## [Raw data]

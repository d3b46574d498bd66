// Reading and writing the command line's files, with errors that name the file once and say
// what went wrong in words (exit code 1), never a stack trace. Every file is written to a
// temporary name beside it and renamed into place, so that a reader never sees half a file,
// and a data file with its description is replaced as a pair or not at all.
import { existsSync, readFileSync, renameSync, statSync, unlinkSync, writeFileSync } from 'node:fs';
import { basename, dirname, extname, join, resolve } from 'node:path';
import { ArgumentError, PulseFormatError, SpecError } from '../core/errors.ts';
import { parseSpec, specJsonFromText } from '../core/spec.ts';
import type { Problem, Pulse } from '../core/types.ts';
import { resolveImpulseFile } from '../io/line-file.ts';
import type { CliIO } from './command.ts';
import { specUnitWarnings } from './unit-warnings.ts';

/** A spec file as given (parsed JSON, passed on to the API), as validated, and its unit warnings. */
export interface LoadedSpec {
  json: unknown;
  problem: Problem;
  warnings: string[];
}

/** Reads and validates a design spec file; errors carry the file name. */
export function loadSpec(path: string): LoadedSpec {
  const text = readText(path, 'spec file', 'a design spec (JSON text)');
  try {
    // A measured line response named by file is read relative to the spec.
    const json = resolveImpulseFile(specJsonFromText(text), (file) => readBytes(resolve(dirname(path), file), 'line response file'));
    const problem = parseSpec(json);
    return { json, problem, warnings: specUnitWarnings(problem).map((w) => `${path}: ${w}`) };
  } catch (error) {
    throw withFileName(error, path);
  }
}

/** Reads a pulse file or any exported waveform (csv, npy, raw + description, wav, json) as a Pulse. */
export async function loadWaveform(path: string): Promise<Pulse> {
  const bytes = readBytes(path, 'pulse file');
  // Text formats that turn out to be binary are described here rather than parsed as garbage.
  const head = String.fromCharCode(...bytes.subarray(0, 6));
  const binaryFormat = head === '\x93NUMPY' || head.startsWith('RIFF') || /\.(bin|raw|i16|dat)$/i.test(path);
  if (!binaryFormat && isBinary(bytes)) {
    throw new ArgumentError(`pulse file ${path}: ${describeBinary(bytes)}, not a pulse or waveform this program reads (pulse JSON, csv, npy, raw .bin with its .json, wav)`);
  }
  const { readWaveformFile } = await import('../io/export/read-file.ts');
  try {
    return await readWaveformFile(path);
  } catch (error) {
    throw withFileName(error, path);
  }
}

/** Fails early (before a long job) when `path` cannot be written, or would write over one of `inputs`. */
export function checkWritable(path: string, flag: string, inputs: string[] = []): void {
  const dir = dirname(resolve(path));
  if (!existsSync(dir) || !statSync(dir).isDirectory()) {
    throw new ArgumentError(`${flag} ${path}: the folder ${dir} does not exist`);
  }
  if (existsSync(path) && statSync(path).isDirectory()) {
    throw new ArgumentError(`${flag} ${path}: is a folder, not a file`);
  }
  for (const input of inputs) {
    if (sameFile(path, input)) throw new ArgumentError(`${flag} ${path}: is the input ${input}; refusing to write over it (choose another name)`);
  }
}

/** The extensions of the formats this program writes, and what each says a file holds. */
const EXTENSION_MEANS: Record<string, string> = {
  '.json': 'JSON',
  '.csv': 'CSV',
  '.npy': 'NumPy .npy',
  '.wav': 'WAV',
  '.bin': 'raw binary',
  '.raw': 'raw binary',
  '.i16': 'raw binary',
  '.dat': 'raw binary',
};

/** Refuses an output name whose extension says another format than the one written (an unknown extension is left alone). */
export function checkOutputName(path: string, flag: string, allowed: string[], what: string): void {
  const ext = extname(path).toLowerCase();
  if (EXTENSION_MEANS[ext] === undefined || allowed.includes(ext)) return;
  throw new ArgumentError(
    `${flag} ${path}: the extension ${ext} says ${EXTENSION_MEANS[ext]}, but this writes ${what}; name it ${basename(path, extname(path))}${allowed[0]}`,
  );
}

/** One file to write: where, and its bytes or text. */
export interface FileToWrite {
  path: string;
  data: string | Uint8Array;
}

/**
 * Writes files so that all are in place or none is: each goes to a temporary name beside
 * it, old files are set aside, the new ones renamed in, and on any failure the old ones
 * come back. Errors are ArgumentErrors naming the file and the flag.
 */
export function writeFilesTogether(files: FileToWrite[], flag: string): void {
  const tag = `${process.pid}-${Date.now().toString(36)}`;
  const staged = files.map((f) => ({ ...f, temp: join(dirname(f.path), `.${basename(f.path)}.${tag}.tmp`), aside: join(dirname(f.path), `.${basename(f.path)}.${tag}.old`) }));
  const removeQuietly = (p: string): void => {
    try {
      unlinkSync(p);
    } catch {
      // already gone
    }
  };
  let current = files[0].path;
  try {
    for (const f of staged) {
      current = f.path;
      writeFileSync(f.temp, f.data);
    }
  } catch (error) {
    for (const f of staged) removeQuietly(f.temp);
    throw new ArgumentError(`${flag} ${current}: cannot write (${systemReason(error)})`);
  }
  const setAside: typeof staged = [];
  const placed: typeof staged = [];
  try {
    for (const f of staged) {
      current = f.path;
      if (existsSync(f.path)) {
        renameSync(f.path, f.aside);
        setAside.push(f);
      }
    }
    for (const f of staged) {
      current = f.path;
      renameSync(f.temp, f.path);
      placed.push(f);
    }
  } catch (error) {
    for (const f of placed) removeQuietly(f.path);
    for (const f of setAside) renameSync(f.aside, f.path);
    for (const f of staged) removeQuietly(f.temp);
    throw new ArgumentError(`${flag} ${current}: cannot write (${systemReason(error)}); the files there are unchanged`);
  }
  for (const f of setAside) removeQuietly(f.aside);
}

/** Prints warnings on stderr, one line each. */
export function printWarnings(io: CliIO, warnings: string[]): void {
  for (const w of warnings) io.stderr(`warning: ${w}\n`);
}

function sameFile(a: string, b: string): boolean {
  if (resolve(a) === resolve(b)) return true;
  try {
    const sa = statSync(a), sb = statSync(b);
    return sa.ino === sb.ino && sa.dev === sb.dev;
  } catch {
    return false;
  }
}

function readBytes(path: string, what: string): Uint8Array {
  try {
    return readFileSync(path);
  } catch (error) {
    throw new ArgumentError(`${what} ${path}: cannot read (${systemReason(error)})`);
  }
}

/** A text file's content (UTF-8, a byte-order mark dropped later by the JSON reader); binary data is described, not shown. */
export function readText(path: string, what: string, expected: string): string {
  const bytes = readBytes(path, what);
  if (isBinary(bytes)) throw new ArgumentError(`${what} ${path}: ${describeBinary(bytes)}, not ${expected}`);
  return new TextDecoder().decode(bytes);
}

/** Bytes that are not UTF-8 text, or hold NUL or other control characters text files do not. */
function isBinary(bytes: Uint8Array): boolean {
  try {
    new TextDecoder('utf-8', { fatal: true }).decode(bytes);
  } catch {
    return true;
  }
  for (let k = 0; k < Math.min(bytes.length, 4096); k++) {
    const b = bytes[k];
    if (b < 0x20 && b !== 0x09 && b !== 0x0a && b !== 0x0d && b !== 0x0c) return true;
  }
  return false;
}

/** "binary data (1234 bytes, a NumPy .npy file)". */
function describeBinary(bytes: Uint8Array): string {
  const head = String.fromCharCode(...bytes.subarray(0, 12));
  const kinds: [boolean, string][] = [
    [head.startsWith('\x93NUMPY'), 'a NumPy .npy file'],
    [head.startsWith('RIFF') && head.slice(8, 12) === 'WAVE', 'a WAV file'],
    [head.startsWith('PK\x03\x04'), 'a zip archive'],
    [head.startsWith('\x1f\x8b'), 'gzip data'],
    [head.startsWith('\x89PNG'), 'a PNG image'],
    [head.startsWith('%PDF'), 'a PDF document'],
  ];
  const kind = kinds.find(([match]) => match)?.[1];
  return `is binary data (${bytes.length} bytes${kind ? `, ${kind}` : ''})`;
}

function systemReason(error: unknown): string {
  const code = (error as { code?: string }).code;
  const words: Record<string, string> = {
    ENOENT: 'no such file',
    EISDIR: 'it is a folder',
    EACCES: 'permission denied',
    EPERM: 'permission denied',
    ENOTDIR: 'a part of the path is not a folder',
    ENOSPC: 'the disk is full',
    EROFS: 'the file system is read-only',
  };
  return (code && words[code]) ?? (error instanceof Error ? error.message : String(error));
}

// Bad-input errors keep their class (and so the exit code) and name the file once: as the
// user typed it, in place of a bare file name a reader put there.
function withFileName(error: unknown, path: string): unknown {
  if (error instanceof SpecError || error instanceof PulseFormatError || (error instanceof Error && error.name === 'ExportError')) {
    const e = error as Error;
    let message = e.message;
    for (const prefix of [`${path}: `, `${basename(path)}: `]) if (message.startsWith(prefix)) message = message.slice(prefix.length);
    e.message = `${path}: ${message}`;
  }
  return error;
}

## [Task]
Copy out, from the records above, every line that holds the string "command".

## [Answer below]
// Reading and writing the command line's files, with errors that name the file once and say
import type { CliIO } from './command.ts';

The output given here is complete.